─── Data excerpts ───
// What each slot's effect is set to, from the rack as the engine holds it (DESIGN.md §2): focus
// mode gives slot 1's effect the rack's three knobs; chain mode keeps catalog defaults and lets
// the slot's amount drive the parameter(s) the catalog names for it.
import { EFFECTS } from '$lib/engine/effects';
import type { EffectId, RackState } from '$lib/engine/types';

/** The catalog parameters a chain slot's amount turns (engine/effects.ts `amount` describes them). */
export const AMOUNT_PARAMS: Record<EffectId, readonly string[]> = {
	echo: ['feedback'],
	'ping-pong': ['feedback'],
	'tape-echo': ['feedback'],
	reverb: ['size'],
	filter: ['cutoff'],
	stutter: ['slice'],
	gate: ['depth'],
	bitcrush: ['bits', 'rate'],
	flanger: ['depth'],
	phaser: ['depth']
};

export function slotValues(rack: RackState, slot: number, effect: EffectId): Record<string, number> {
	const values: Record<string, number> = {};
	const params = EFFECTS[effect].params;
	if (rack.mode === 'focus' && slot === 0) {
		params.forEach((p, i) => (values[p.id] = rack.params[i] ?? p.default));
		return values;
	}
	for (const p of params) values[p.id] = p.default;
	for (const id of AMOUNT_PARAMS[effect]) values[id] = rack.slots[slot].amount;
	return values;
}

/** Whether a slot's effect is in the signal path for this rack mode. */
export function slotActive(rack: RackState, slot: number): boolean {
	const s = rack.slots[slot];
	if (!s.on || s.effect === null) return false;
	return rack.mode === 'chain' || slot === 0;
}

/** DESIGN.md §4.4 without the deck's play state: the rack inserts its wet path on `routed`. */
export function rackEngaged(rack: RackState, routed: boolean): boolean {
	return rack.on && routed && rack.mix > 0 && rack.slots.some((_, i) => slotActive(rack, i));
}
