// The hearing caution (DESIGN.md §5): shown the first time sound starts, acknowledged once and
// remembered in this browser.

export const CAUTION_KEY = 'padproof.hearing-caution';

export class HearingCaution {
	acknowledged = $state(false);

	constructor(private storage: Pick<Storage, 'getItem' | 'setItem'> | null = globalThis.localStorage ?? null) {
		this.acknowledged = storage?.getItem(CAUTION_KEY) === 'acknowledged';
	}

	acknowledge(): void {
		this.acknowledged = true;
		try {
			this.storage?.setItem(CAUTION_KEY, 'acknowledged');
		} catch {
			// Private modes may refuse storage; the caution then shows again next visit, which is safe.
		}
	}
}
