// Live sound for a page: one realtime AudioRig started after a user gesture, its master meter
// polled each animation frame, and the audition rack the sounds page plays with: a chain of 1–4
// effects, each with its own on and parameters. Tone.js loads only when sound starts, so a
// browser without Web Audio still gets the page and a clear message.
import { loadedPosition } from '$lib/engine/rig';
import { CHAIN_MAX, DECK_IDS, type DeckId, type EffectId, type PositionState, type RigState } from '$lib/engine/types';
import { findLoop } from './loops/patterns';
import { DEFAULT_MASTER_DB } from './mix';
import type { AudioRig } from './rig';
import { quietRack, quietRig } from './rig-state';
import { webAudioProblem } from './support';

export type StageStatus = 'idle' | 'starting' | 'running' | 'unavailable';

/** One chain position on the bench: always holds an effect (remove the position to empty it). */
export interface AuditionPosition {
	effect: EffectId;
	on: boolean;
	params: number[];
}

export interface Audition {
	chain: AuditionPosition[]; // 1–4
	deck: DeckId;
	mix: number;
	on: boolean;
}

function benchPosition(effect: EffectId): AuditionPosition {
	const { on, params } = loadedPosition(effect);
	return { effect, on, params };
}

/** The audition as a rig state: rack 1 carries the chain, routed to the chosen deck only. */
export function auditionRig(a: Audition, playing: Record<DeckId, boolean>): RigState {
	const state = quietRig();
	for (const d of DECK_IDS) state.decks[d].playing = playing[d];
	const rack = quietRack();
	rack.on = a.on;
	rack.mix = a.mix;
	rack.routes[a.deck] = true;
	rack.chain = Array.from({ length: CHAIN_MAX }, (_, i): PositionState => {
		const p = a.chain[i];
		return p ? { effect: p.effect, on: p.on, params: [...p.params] } : { ...rack.chain[i] };
	});
	state.racks[0] = rack;
	return state;
}

export class SoundStage {
	status = $state<StageStatus>('idle');
	problem = $state<string | null>(null);
	tempo = $state(120);
	masterDb = $state(DEFAULT_MASTER_DB);
	meterDb = $state(-Infinity);
	loops = $state<Record<DeckId, string | null>>({ A: 'glass-steps', B: null, C: null, D: null });
	playing = $state<Record<DeckId, boolean>>({ A: true, B: false, C: false, D: false });
	levels = $state<Record<DeckId, number>>({ A: 0, B: 0, C: 0, D: 0 });
	audition = $state<Audition>({ chain: [benchPosition('echo')], deck: 'A', mix: 0.5, on: false });
	#rig: AudioRig | null = null;
	#frame = 0;

	constructor() {
		const problem = typeof window === 'undefined' ? null : webAudioProblem(window);
		if (problem && problem.includes('no Web Audio')) {
			this.status = 'unavailable';
			this.problem = problem;
		}
	}

	/** Must run inside a user gesture (a click or key press): browsers only start audio then. */
	async start(): Promise<void> {
		if (this.status !== 'idle') return;
		this.status = 'starting';
		try {
			const [tone, { AudioRig }] = await Promise.all([import('tone'), import('./rig')]);
			await tone.start();
			const now = tone.getContext().currentTime;
			this.#rig = await AudioRig.create({ tempo: this.tempo, origin: now, live: true, state: this.rigState() });
			this.#rig.master.setLevel(this.masterDb, now);
			this.#rig.master.output.toDestination(); // the rig renders offline too, so live pages wire the speakers
			for (const d of DECK_IDS) this.#applyDeck(d);
			this.#rig.startClock();
			this.status = 'running';
			this.#poll();
		} catch (error) {
			this.status = 'unavailable';
			this.problem = `Sound could not start: ${error instanceof Error ? error.message : String(error)}`;
		}
	}

	setTempo(bpm: number): void {
		this.tempo = Math.min(200, Math.max(60, Math.round(bpm)));
		this.#rig?.setTempo(this.tempo);
	}

	setMaster(db: number): void {
		this.masterDb = db;
		this.#rig?.master.setLevel(db, this.#now());
	}

	setLoop(deck: DeckId, loop: string | null): void {
		this.loops[deck] = loop;
		this.#rig?.setLoop(deck, loop ? findLoop(loop) : null);
	}

	setPlaying(deck: DeckId, playing: boolean): void {
		this.playing[deck] = playing;
		this.#syncRig();
	}

	setLevel(deck: DeckId, db: number): void {
		this.levels[deck] = db;
		this.#rig?.decks[deck].setLevel(db, this.#now());
	}

	/** Puts `effect` at chain position `index` (0-based) with its catalog defaults; at the end it adds one. */
	setEffect(index: number, effect: EffectId): void {
		if (index < 0 || index > this.audition.chain.length || index >= CHAIN_MAX) return;
		const chain = [...this.audition.chain];
		chain[index] = benchPosition(effect);
		this.updateAudition({ chain });
	}

	/** Adds an effect at the end of the chain (up to four). */
	addEffect(effect: EffectId): void {
		this.setEffect(this.audition.chain.length, effect);
	}

	/** Removes a position; the chain keeps at least one effect. */
	removePosition(index: number): void {
		if (this.audition.chain.length <= 1) return;
		this.updateAudition({ chain: this.audition.chain.filter((_, i) => i !== index) });
	}

	updatePosition(index: number, patch: Partial<Omit<AuditionPosition, 'effect'>>): void {
		const chain = this.audition.chain.map((p, i) => (i === index ? { ...p, ...patch } : p));
		this.updateAudition({ chain });
	}

	setParam(index: number, param: number, value: number): void {
		const params = [...(this.audition.chain[index]?.params ?? [])];
		params[param] = value;
		this.updatePosition(index, { params });
	}

	updateAudition(patch: Partial<Audition>): void {
		this.audition = { ...this.audition, ...patch };
		this.#syncRig();
	}

	#now(): number {
		return this.#rig?.context.currentTime ?? 0;
	}

	#applyDeck(deck: DeckId) {
		const loop = this.loops[deck];
		this.#rig?.setLoop(deck, loop ? findLoop(loop) : null);
		this.#rig?.decks[deck].setLevel(this.levels[deck], this.#now());
	}

	/** What the page plays, as a rig state (the WAV export renders the same). */
	rigState(): RigState {
		return auditionRig(this.audition, this.playing);
	}

	/** A live change: heard from the next render quantum. */
	#syncRig() {
		this.#rig?.sync(this.rigState(), this.#rig.scheduleAt(0));
	}

	#poll = () => {
		if (!this.#rig) return;
		this.meterDb = this.#rig.master.meterDb();
		this.#frame = requestAnimationFrame(this.#poll);
	};

	dispose(): void {
		cancelAnimationFrame(this.#frame);
		this.#rig?.dispose();
		this.#rig = null;
		this.status = 'idle';
	}
}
───
**Exercise aim**
Determine how many lines of the records contain the word "boolean". Reply with the number by itself.

**Response to the task**
7